» **REQUIREMENT**
Lines with the word "some" are the ones wanted. Copy each of them from the entries below.

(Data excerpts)
- - - - -
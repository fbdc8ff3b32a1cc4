import { startCheckout } from "@/lib/billing"
import { accountEndpoint } from "../../../endpoint"
import { checkoutInput } from "../../../schemas"

export const POST = accountEndpoint({ right: "billing.manage", input: checkoutInput, run: startCheckout })
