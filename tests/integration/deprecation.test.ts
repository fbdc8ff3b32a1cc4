import { createServer, type Server } from "node:http"
import type { AddressInfo } from "node:net"
import { afterAll, beforeAll, describe, expect, it } from "vitest"
import { z } from "zod"
import { defineOperation } from "@/lib/api/define-operation"
import { nextMount } from "@/lib/api/next-mount"
import { nodeMount } from "@/lib/api/node-mount"
import { createServe } from "@/lib/api/serve"
import { codesOf } from "@/openapi/document"
import { takeSettings } from "../support/stack"

const page = "https://tarnwright.example/changelog#old-answer"
const day_ms = 86_400_000

function retiring(path: string, sunset: Date) {
  return defineOperation({
    id: path.slice(1),
    method: "GET",
    path,
    tag: "Service",
    summary: "An answer of old",
    access: { kind: "public" },
    units: 0,
    request: z.strictObject({}),
    response: z.object({ old: z.boolean() }),
    example: { request: {}, response: { old: true } },
    deprecation: { since: new Date("2026-06-01T00:00:00Z"), sunset, page },
    run: () => ({ old: true }),
  })
}

const later = new Date(Math.ceil((Date.now() + 200 * day_ms) / 1000) * 1000)
const registry = [retiring("/old", later), retiring("/older", new Date(Date.now() - day_ms))]

let server: Server

beforeAll(async () => {
  takeSettings()
  const serve = createServe({ registry, publicUrl: "https://tarnwright.example" })
  server = createServer(nodeMount(serve))
  await new Promise<void>((resolve) => server.listen(0, "127.0.0.1", resolve))
})

afterAll(() => new Promise((resolve) => server.close(resolve)))

const mounts = [
  [
    "the API lane",
    (path: string) => fetch(`http://127.0.0.1:${(server.address() as AddressInfo).port}/api/v1${path}`),
  ],
  [
    "the route handlers",
    (path: string) => nextMount(registry).GET(new Request(`https://tarnwright.example/api/v1${path}`)),
  ],
] as const

describe.each(mounts)("an operation that is to be retired, through %s", (_, get) => {
  it("says since when, until when and where to read on, as RFC 9745 and RFC 8594 write it", async () => {
    const answer = await get("/old")
    expect(answer.status).toBe(200)
    expect(answer.headers.get("deprecation")).toBe("@1780272000")
    expect(answer.headers.get("sunset")).toBe(later.toUTCString())
    expect(answer.headers.get("link")).toBe(`<${page}>; rel="deprecation"; type="text/html"`)
  })

  it("says so as well when it refuses", async () => {
    const answer = await get("/old?no_such=1")
    expect(answer.status).toBe(422)
    expect(answer.headers.get("deprecation")).toBe("@1780272000")
  })

  it("is gone after its sunset, and says what to use in its place", async () => {
    const answer = await get("/older")
    expect(answer.status).toBe(410)
    expect(answer.headers.get("content-type")).toBe("application/problem+json")
    expect(await answer.json()).toMatchObject({
      code: "gone",
      type: expect.stringMatching(/\/docs\/errors\/gone$/),
      detail: expect.stringContaining(page),
    })
  })
})

describe("the document", () => {
  it("tells of the 410 of such an operation, and of no other", () => {
    expect(registry.map((operation) => codesOf(operation).includes("gone"))).toEqual([true, true])
    expect(codesOf({ ...retiring("/new", later), deprecation: undefined })).not.toContain("gone")
  })
})
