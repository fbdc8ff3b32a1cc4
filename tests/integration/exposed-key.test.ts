import request from "supertest"
import { afterAll, beforeAll, expect, it } from "vitest"
import { closePools } from "@/db"
import { mailsTo, waitForMail } from "../support/mailbox"
import { stack, takeSettings } from "../support/stack"
import { createSubscriber } from "../support/subscriber"

beforeAll(takeSettings)
afterAll(closePools)

function fromBrowser(secret: string) {
  return request(stack().appUrl)
    .post("/api/v1/carbonate/co2")
    .set("authorization", `Bearer ${secret}`)
    .set("origin", "https://shop.example")
    .send({ ph: 6.8, kh_dkh: 4 })
}

it("an owner whose server key a browser sends is warned once a day for each key", async () => {
  const account = await createSubscriber({ plan: "brand" })
  const first = await account.key({ name: "Shop back end" })
  for (let call = 0; call < 5; call++) await fromBrowser(first.secret).expect(403)
  const mail = await waitForMail(account.email, "stands in a web page")
  expect(mail.text).toContain(`“Shop back end”, ending in ${first.key.last4}`)
  expect(mail.text).not.toContain(first.secret)

  await fromBrowser(first.secret).expect(403)
  const second = await account.key({ name: "Till" })
  await fromBrowser(second.secret).expect(403)
  await expect
    .poll(async () => (await mailsTo(account.email)).some(({ text }) => text.includes("“Till”")), {
      timeout: 15_000,
    })
    .toBe(true)
  expect(await mailsTo(account.email)).toHaveLength(2)
})
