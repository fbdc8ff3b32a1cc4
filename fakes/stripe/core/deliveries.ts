import type { Fake } from "./fake"
import { takeFault } from "./faults"
import { newId } from "./ids"
import { signatureHeader } from "./signature"

/** The endpoint of the start options, as against those made through the API. */
const CONFIGURED = "configured"
/** Seconds to the next attempt; the last one repeats until the event is three days old. */
const BACKOFF_S = [1, 2, 5, 10, 30, 60, 300, 900, 3600]
const GIVE_UP_MS = 72 * 3600 * 1000
const TIMEOUT_MS = 10_000
const PARALLEL = 8
const KEPT = 1000

type Flaw = "webhook_drop" | "webhook_bad_signature" | "webhook_stale" | "webhook_future"

export interface Delivery {
  id: string
  event: string
  type: string
  endpoint: string
  state: "held" | "pending" | "delivered" | "given_up"
  made_ms: number
  due_ms: number
  /** Spoils the first attempt only. */
  flaw: Flaw | null
  attempts: { at_ms: number; status: number | null; flaw: Flaw | null }[]
}

/** Sends signed events to the endpoints, in no promised order, again and again until each is accepted. */
export class Deliveries {
  private readonly sending = new Set<string>()
  private timer: NodeJS.Timeout | undefined
  private running = false

  constructor(private readonly fake: Fake) {}

  start(): void {
    this.running = true
    this.pump()
  }

  stop(): void {
    this.running = false
    clearTimeout(this.timer)
  }

  /** Queues an event for the endpoints that want it; returns how many there are. */
  queue(event: string, type: string, style: "snapshot" | "thin"): number {
    const endpoints = this.endpointsFor(type, style)
    for (const endpoint of endpoints) this.add(event, type, endpoint)
    this.trim()
    this.pump()
    return endpoints.length
  }

  /** Queues an event once more, whatever became of it before. */
  resend(event: string): number {
    const known = this.fake.state.objects.event[event] ?? this.fake.state.objects["v2.core.event"][event]
    return known ? this.queue(event, known.type, known.object === "event" ? "snapshot" : "thin") : 0
  }

  /** Sends what is held back for reordering, latest first. */
  release(): void {
    const held = this.fake.state.deliveries.filter((delivery) => delivery.state === "held").reverse()
    for (const [index, delivery] of held.entries()) {
      delivery.state = "pending"
      delivery.due_ms = Date.now() + index * 30
    }
    this.pump()
  }

  isIdle(): boolean {
    return !this.fake.state.deliveries.some((delivery) => delivery.state === "pending")
  }

  private endpointsFor(type: string, style: "snapshot" | "thin"): string[] {
    const made = this.fake
      .all("webhook_endpoint")
      .filter((endpoint) => endpoint.status === "enabled" && style === "snapshot")
      .filter((endpoint) => endpoint.enabled_events.some((wanted) => wanted === "*" || wanted === type))
    return [...(this.fake.options.webhookUrl ? [CONFIGURED] : []), ...made.map((endpoint) => endpoint.id)]
  }

  private add(event: string, type: string, endpoint: string): void {
    const { state } = this.fake
    const delay = takeFault(state, ["webhook_delay"], { type })
    const copies = takeFault(state, ["webhook_duplicate"], { type })?.copies ?? 0
    const reorder = takeFault(state, ["webhook_reorder"], { type })
    const flaw = takeFault(
      state,
      ["webhook_drop", "webhook_bad_signature", "webhook_stale", "webhook_future"],
      { type },
    )
    const now = Date.now()
    for (let copy = 0; copy <= copies; copy += 1) {
      state.deliveries.push({
        id: newId("dlv"),
        event,
        type,
        endpoint,
        state: reorder ? "held" : "pending",
        made_ms: now,
        due_ms: now + (delay?.seconds ?? 0) * 1000,
        flaw: flaw?.kind ?? null,
        attempts: [],
      })
    }
    if (reorder?.times === 0) this.release()
  }

  private pump(): void {
    clearTimeout(this.timer)
    if (!this.running) return
    const waiting = this.fake.state.deliveries
      .filter((delivery) => delivery.state === "pending" && !this.sending.has(delivery.id))
      .sort((a, b) => a.due_ms - b.due_ms)
    for (const delivery of waiting) {
      if (delivery.due_ms > Date.now() || this.sending.size >= PARALLEL) break
      void this.attempt(delivery)
    }
    const next = waiting.find((delivery) => !this.sending.has(delivery.id))
    if (next && this.sending.size < PARALLEL) {
      this.timer = setTimeout(() => this.pump(), Math.max(10, next.due_ms - Date.now()))
    }
  }

  private async attempt(delivery: Delivery): Promise<void> {
    this.sending.add(delivery.id)
    const flaw = delivery.attempts.length === 0 ? delivery.flaw : null
    const started = Date.now()
    const status = flaw === "webhook_drop" ? null : await this.send(delivery, flaw)
    delivery.attempts.push({ at_ms: started, status, flaw })
    if (status !== null && status >= 200 && status < 300) {
      delivery.state = "delivered"
    } else if (Date.now() - delivery.made_ms > GIVE_UP_MS) {
      delivery.state = "given_up"
    } else {
      const wait = BACKOFF_S[Math.min(delivery.attempts.length, BACKOFF_S.length) - 1]!
      delivery.due_ms = Date.now() + wait * 1000
    }
    this.sending.delete(delivery.id)
    this.fake.changed()
    this.pump()
  }

  /** Status of the answer, or null when there was none. */
  private async send(delivery: Delivery, flaw: Flaw | null): Promise<number | null> {
    const target = this.target(delivery.endpoint)
    const payload = this.payload(delivery.event)
    if (!target || !payload) return 410
    const shift = flaw === "webhook_stale" ? -600 : flaw === "webhook_future" ? 86_400 : 0
    const secret = flaw === "webhook_bad_signature" ? `${target.secret}x` : target.secret
    try {
      const answer = await fetch(target.url, {
        method: "POST",
        headers: {
          "content-type": "application/json; charset=utf-8",
          "user-agent": "payments-stand-in/1",
          "stripe-signature": signatureHeader(payload, secret, Math.floor(Date.now() / 1000) + shift),
        },
        body: payload,
        redirect: "manual",
        signal: AbortSignal.timeout(TIMEOUT_MS),
      })
      await answer.arrayBuffer()
      return answer.status
    } catch {
      return null
    }
  }

  private target(endpoint: string): { url: string; secret: string } | undefined {
    const { webhookUrl, webhookSecret } = this.fake.options
    if (endpoint === CONFIGURED) return webhookUrl ? { url: webhookUrl, secret: webhookSecret } : undefined
    const made = this.fake.state.objects.webhook_endpoint[endpoint]
    return made?.secret ? { url: made.url, secret: made.secret } : undefined
  }

  private payload(event: string): string | undefined {
    const snapshot = this.fake.state.objects.event[event]
    if (snapshot) return JSON.stringify(snapshot, null, 2)
    const thin = this.fake.state.objects["v2.core.event"][event]
    return thin && JSON.stringify({ ...thin, data: undefined }, null, 2)
  }

  private trim(): void {
    const { state } = this.fake
    const settled = state.deliveries.filter((one) => one.state === "delivered" || one.state === "given_up")
    if (settled.length <= KEPT) return
    const dropped = new Set(settled.slice(0, settled.length - KEPT).map((one) => one.id))
    state.deliveries = state.deliveries.filter((one) => !dropped.has(one.id))
  }
}
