import type { IncomingMessage, ServerResponse } from "node:http"
import { ApiError } from "./errors"

const MAX_BODY = 1024 * 1024

/** @throws ApiError 413 beyond 1 MiB */
export async function readBody(request: IncomingMessage): Promise<string> {
  const chunks: Buffer[] = []
  let size = 0
  for await (const chunk of request as AsyncIterable<Buffer>) {
    size += chunk.length
    if (size > MAX_BODY)
      throw new ApiError(413, { type: "invalid_request_error", message: "Body too large." })
    chunks.push(chunk)
  }
  return Buffer.concat(chunks).toString("utf8")
}

export function sendJson(
  response: ServerResponse,
  status: number,
  body: string,
  headers: Record<string, string> = {},
): void {
  response.writeHead(status, {
    "content-type": "application/json",
    "content-length": Buffer.byteLength(body),
    ...headers,
  })
  response.end(body)
}

export function sendHtml(response: ServerResponse, status: number, body: string): void {
  response.writeHead(status, {
    "content-type": "text/html; charset=utf-8",
    "content-length": Buffer.byteLength(body),
    "cache-control": "no-store",
    "content-security-policy":
      "default-src 'none'; img-src data:; style-src 'unsafe-inline'; base-uri 'none'",
    "referrer-policy": "same-origin",
  })
  response.end(body)
}

export function redirect(response: ServerResponse, to: string): void {
  response.writeHead(303, { location: to, "cache-control": "no-store" })
  response.end()
}
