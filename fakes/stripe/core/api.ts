import type { IncomingMessage, ServerResponse } from "node:http"
import { routes } from "../resources"
import { readBody, sendJson } from "./answer"
import { ApiError, invalid } from "./errors"
import { present } from "./expand"
import { API_VERSION, type Fake } from "./fake"
import { takeFault } from "./faults"
import { decodeForm } from "./form"
import { fingerprint, keyInUse, recall, remember } from "./idempotency"
import { newId } from "./ids"
import { match } from "./route"

interface Outcome {
  status: number
  body: string
  shouldRetry?: boolean | undefined
  /** Whether an idempotency key replays it: what never began to run is not kept. */
  keep: boolean
}

interface Request {
  id: string
  method: string
  url: URL
  text: string
  key: string | null
}

const running = new WeakMap<Fake, Set<string>>()

/** Answers one call to the API, spoiled by whatever fault is set for it. */
export async function serveApi(
  fake: Fake,
  incoming: IncomingMessage,
  response: ServerResponse,
): Promise<void> {
  const id = newId("req")
  const url = new URL(incoming.url ?? "/", fake.base)
  const method = incoming.method ?? "GET"
  const about = { method, path: url.pathname }
  if (takeFault(fake.state, ["drop_connection"], about)) {
    incoming.socket.destroy()
    return
  }
  const key = headerOf(incoming, "idempotency-key")
  const request: Request = { id, method, url, text: "", key }
  const headers: Record<string, string> = { "request-id": id, "stripe-version": API_VERSION }
  if (key) headers["idempotency-key"] = key
  try {
    request.text = await readBody(incoming)
    authenticate(fake, incoming)
    const done = await keyed(fake, request)
    if (done.replayOf)
      Object.assign(headers, { "idempotent-replayed": "true", "original-request": done.replayOf })
    finish(fake, response, request, done.outcome, headers)
  } catch (error) {
    if (!(error instanceof ApiError)) throw error
    finish(fake, response, request, refused(error), headers)
  }
}

function finish(
  fake: Fake,
  response: ServerResponse,
  request: Request,
  outcome: Outcome,
  headers: Record<string, string>,
): void {
  if (outcome.shouldRetry !== undefined) headers["stripe-should-retry"] = String(outcome.shouldRetry)
  if (takeFault(fake.state, ["truncate"], { method: request.method, path: request.url.pathname })) {
    const half = outcome.body.slice(0, Math.floor(outcome.body.length / 2))
    response.writeHead(outcome.status, {
      "content-type": "application/json",
      "content-length": Buffer.byteLength(outcome.body),
      ...headers,
    })
    response.write(half, () => response.destroy())
    return
  }
  sendJson(response, outcome.status, outcome.body, headers)
}

/** Runs the call unless its idempotency key has an answer already. */
async function keyed(fake: Fake, request: Request): Promise<{ outcome: Outcome; replayOf?: string }> {
  const { key } = request
  if (!key || request.method === "GET") return { outcome: await execute(fake, request) }
  const print = fingerprint(request.method, request.url.pathname, request.text)
  const stored = recall(fake.state, key, print)
  if (stored) {
    const { status, body, requestId, shouldRetry } = stored
    return {
      outcome: { status, body, shouldRetry: shouldRetry ?? undefined, keep: true },
      replayOf: requestId,
    }
  }
  const busy = running.get(fake) ?? new Set<string>()
  running.set(fake, busy)
  if (busy.has(key)) throw keyInUse(key)
  busy.add(key)
  try {
    const outcome = await execute(fake, request)
    if (outcome.keep) {
      const { status, body, shouldRetry = null } = outcome
      remember(fake.state, key, { fingerprint: print, status, body, requestId: request.id, shouldRetry })
      fake.changed()
    }
    return { outcome }
  } finally {
    busy.delete(key)
  }
}

async function execute(fake: Fake, request: Request): Promise<Outcome> {
  const about = { method: request.method, path: request.url.pathname }
  const slow = takeFault(fake.state, ["slow"], about)
  if (slow) await new Promise((resolve) => setTimeout(resolve, slow.seconds * 1000).unref())
  const before = takeFault(fake.state, ["error_before"], about)
  if (before) return { ...refused(broken(before.status, before.should_retry)), keep: false }
  const found = match(routes, request.method, request.url.pathname)
  if (!found) throw unknownRoute(request)
  const { expand, values } = parametersOf(request)
  fake.cause = { id: request.id, idempotency_key: request.key }
  let outcome: Outcome
  try {
    const answer = found.route.run(fake, values, found.path)
    outcome = { status: 200, body: JSON.stringify(present(fake, answer, expand), null, 2), keep: true }
  } catch (error) {
    if (!(error instanceof ApiError)) throw error
    // A declined card is an outcome of the call; a malformed parameter means that it never ran.
    outcome = { ...refused(error), keep: error.status === 402 }
  } finally {
    fake.cause = { id: null, idempotency_key: null }
  }
  const after = takeFault(fake.state, ["error_after"], about)
  return after ? { ...refused(broken(after.status, after.should_retry)), keep: true } : outcome
}

function parametersOf(request: Request): { expand: string[]; values: Record<string, unknown> } {
  const query = decodeForm(request.url.search.slice(1))
  const body = request.method === "POST" ? bodyOf(request) : {}
  const { expand = [], ...values } = { ...query, ...body } as Record<string, unknown>
  if (!Array.isArray(expand)) throw invalid("Invalid array", "expand")
  return { expand: expand.map(String), values }
}

/** Version 2 of the API takes JSON, version 1 bracketed forms. */
function bodyOf({ url, text }: Request): Record<string, unknown> {
  if (!url.pathname.startsWith("/v2/")) return decodeForm(text)
  try {
    return text === "" ? {} : (JSON.parse(text) as Record<string, unknown>)
  } catch {
    throw invalid("The body is not valid JSON.")
  }
}

function authenticate(fake: Fake, incoming: IncomingMessage): void {
  const [scheme, token] = (headerOf(incoming, "authorization") ?? "").split(" ")
  if (scheme !== "Bearer" || !token) {
    throw new ApiError(401, { type: "invalid_request_error", message: "You did not provide an API key." })
  }
  if (token !== fake.options.secretKey) {
    const shown = `${token.slice(0, 8)}…${token.slice(-4)}`
    throw new ApiError(401, { type: "invalid_request_error", message: `Invalid API Key provided: ${shown}` })
  }
  const version = headerOf(incoming, "stripe-version")
  if (version !== API_VERSION) {
    throw invalid(
      `This stand-in speaks version ${API_VERSION} of the API only, and was sent ${version ?? "none"}.`,
    )
  }
}

function refused(error: ApiError): Outcome {
  return {
    status: error.status,
    body: JSON.stringify({ error: error.body }),
    shouldRetry: error.shouldRetry,
    keep: false,
  }
}

function broken(status: number, shouldRetry: boolean | undefined): ApiError {
  const type = status >= 500 ? "api_error" : "invalid_request_error"
  const code = status === 429 ? { code: "rate_limit" } : status === 409 ? { code: "lock_timeout" } : {}
  return new ApiError(status, { type, message: `A fault was asked for: ${status}.`, ...code }, shouldRetry)
}

function unknownRoute({ method, url }: Request): ApiError {
  const message = `Unrecognized request URL (${method}: ${url.pathname}).`
  return new ApiError(404, { type: "invalid_request_error", message })
}

function headerOf(incoming: IncomingMessage, name: string): string | null {
  const value = incoming.headers[name]
  return typeof value === "string" && value !== "" ? value : null
}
- - - - -
» **ANSWER FOR THE TASK**
    .poll(async () => (await mailsTo(account.email)).some(({ text }) => text.includes("“Till”")), {
    return !this.fake.state.deliveries.some((delivery) => delivery.state === "pending")
      .filter((endpoint) => endpoint.enabled_events.some((wanted) => wanted === "*" || wanted === type))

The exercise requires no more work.